* [Requirement]
When the word "from" shows up in a line of the data below, copy that whole line.

(Collected data)
============================================================
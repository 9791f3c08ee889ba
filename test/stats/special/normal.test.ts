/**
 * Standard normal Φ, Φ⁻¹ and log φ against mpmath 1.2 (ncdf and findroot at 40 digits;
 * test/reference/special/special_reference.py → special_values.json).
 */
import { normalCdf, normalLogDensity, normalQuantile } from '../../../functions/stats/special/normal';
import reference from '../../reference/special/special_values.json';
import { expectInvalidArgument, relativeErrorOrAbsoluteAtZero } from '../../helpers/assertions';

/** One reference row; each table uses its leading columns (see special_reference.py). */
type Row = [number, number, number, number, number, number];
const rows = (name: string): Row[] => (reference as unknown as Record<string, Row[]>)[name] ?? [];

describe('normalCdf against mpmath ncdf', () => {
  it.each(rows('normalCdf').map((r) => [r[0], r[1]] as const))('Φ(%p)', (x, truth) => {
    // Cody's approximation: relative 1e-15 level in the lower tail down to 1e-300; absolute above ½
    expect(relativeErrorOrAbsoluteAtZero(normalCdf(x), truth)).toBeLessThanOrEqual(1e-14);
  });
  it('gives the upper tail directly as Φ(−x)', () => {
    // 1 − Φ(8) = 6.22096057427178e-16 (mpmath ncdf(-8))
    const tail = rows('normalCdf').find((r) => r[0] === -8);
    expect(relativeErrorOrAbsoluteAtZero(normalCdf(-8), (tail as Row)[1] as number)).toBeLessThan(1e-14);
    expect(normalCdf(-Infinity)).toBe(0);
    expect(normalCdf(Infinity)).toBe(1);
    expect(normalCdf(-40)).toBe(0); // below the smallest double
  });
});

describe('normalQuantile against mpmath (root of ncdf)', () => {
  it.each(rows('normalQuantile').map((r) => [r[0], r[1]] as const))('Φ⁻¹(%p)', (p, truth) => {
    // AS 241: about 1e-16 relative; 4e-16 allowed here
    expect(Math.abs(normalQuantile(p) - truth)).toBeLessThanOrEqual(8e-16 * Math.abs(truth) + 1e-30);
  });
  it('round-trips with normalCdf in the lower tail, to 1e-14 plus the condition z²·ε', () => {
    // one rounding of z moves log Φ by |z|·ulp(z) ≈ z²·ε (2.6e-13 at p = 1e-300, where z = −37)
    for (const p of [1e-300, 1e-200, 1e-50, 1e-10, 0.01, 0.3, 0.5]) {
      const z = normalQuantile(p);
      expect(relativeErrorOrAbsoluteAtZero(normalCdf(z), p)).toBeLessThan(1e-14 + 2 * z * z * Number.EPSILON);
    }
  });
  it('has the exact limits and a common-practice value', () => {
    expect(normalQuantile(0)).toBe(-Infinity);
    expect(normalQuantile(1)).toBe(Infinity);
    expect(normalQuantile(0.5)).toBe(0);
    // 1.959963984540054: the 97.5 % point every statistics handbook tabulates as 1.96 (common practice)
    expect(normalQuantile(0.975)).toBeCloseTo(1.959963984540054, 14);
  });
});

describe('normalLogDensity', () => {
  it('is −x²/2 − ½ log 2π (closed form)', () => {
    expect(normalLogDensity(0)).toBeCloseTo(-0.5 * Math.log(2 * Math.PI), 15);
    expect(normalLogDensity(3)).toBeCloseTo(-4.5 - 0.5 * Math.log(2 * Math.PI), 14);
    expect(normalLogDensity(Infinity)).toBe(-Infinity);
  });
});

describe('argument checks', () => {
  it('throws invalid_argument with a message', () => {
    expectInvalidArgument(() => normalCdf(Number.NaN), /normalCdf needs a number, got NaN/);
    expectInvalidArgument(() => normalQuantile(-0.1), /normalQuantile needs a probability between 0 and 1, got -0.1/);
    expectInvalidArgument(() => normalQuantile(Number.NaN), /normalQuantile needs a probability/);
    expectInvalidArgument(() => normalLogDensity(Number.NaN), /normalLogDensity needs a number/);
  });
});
============================================================
* [Task output]
import { normalCdf, normalLogDensity, normalQuantile } from '../../../functions/stats/special/normal';
import reference from '../../reference/special/special_values.json';
import { expectInvalidArgument, relativeErrorOrAbsoluteAtZero } from '../../helpers/assertions';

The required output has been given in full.